Comment by speedgoose

2 months ago

I prefer Ollama over the suggested alternatives.

I will switch once we have good user experience on simple features.

A new model is released on HF or the Ollama registry? One `ollama pull` and it's available. It's underwhelming? `ollama rm`.

10 comments

speedgoose

kennywinker 2 months ago

> This creates a recurring pattern on r/LocalLLaMA: new model launches, people try it through Ollama, it’s broken or slow or has botched chat templates, and the model gets blamed instead of the runtime.

Seems like maybe, at least some of the time, you’re being underwhelmed my ollama not the model.

The better performance point alone seems worth switching away

speedgoose 2 months ago
I follow the llama.cpp runtime improvements and it’s also true for this project. They may rush a bit less but you also have to wait for a few days after a model release to get a working runtime with most features.
- Maxious 2 months ago
  
  Model authors are welcome to add support to llama.cpp before release like IBM did for granite 4 https://github.com/ggml-org/llama.cpp/pull/13550

derrikcurran 2 months ago

`wget https://huggingface.co/[USER]/[REPO]/resolve/main/[FILE_NAME...`

`rm [FILE_NAME]`

With Ollama, the initial one-time setup is a little easier, and the CLI is useful, but is it worth dysfunctional templates, worse performance, and the other issues? Not to me.

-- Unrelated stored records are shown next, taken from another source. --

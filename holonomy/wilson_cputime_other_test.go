//go:build !unix

package holonomy

import "time"

// geoProcessCPU is not available on this system.
func geoProcessCPU() (time.Duration, bool) { return 0, false }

Jinja templates are very common, and Jinja is not always losslessly convertible to the Go template syntax expected by Ollama. This means that some models simply cannot work correctly with Ollama. Sometimes the effects of this incompatibility are subtle and unpredictable.

pheggs 2 months ago

you can pull directly from huggingface with llama.cpp, and it also has a decent web chat included

speedgoose 2 months ago
Does it have a model registry with an API and hot swapping or you still have to use sometime like llama swap as suggested in the article ? Or is it CLI?
- dminik 2 months ago
  
  You can have multiple models served now with loading/unloading with just the server binary.
  https://github.com/ggml-org/llama.cpp/blob/master/tools/serv...
  
  1 reply →

ekianjo 2 months ago

You have no idea what you are downloading with such a pull. At least LMstudio gives you access to all the different versions of the same model.

speedgoose 2 months ago

https://ollama.com/library/gemma4/tags
I see quite a few versions, and I can also use hugging face models.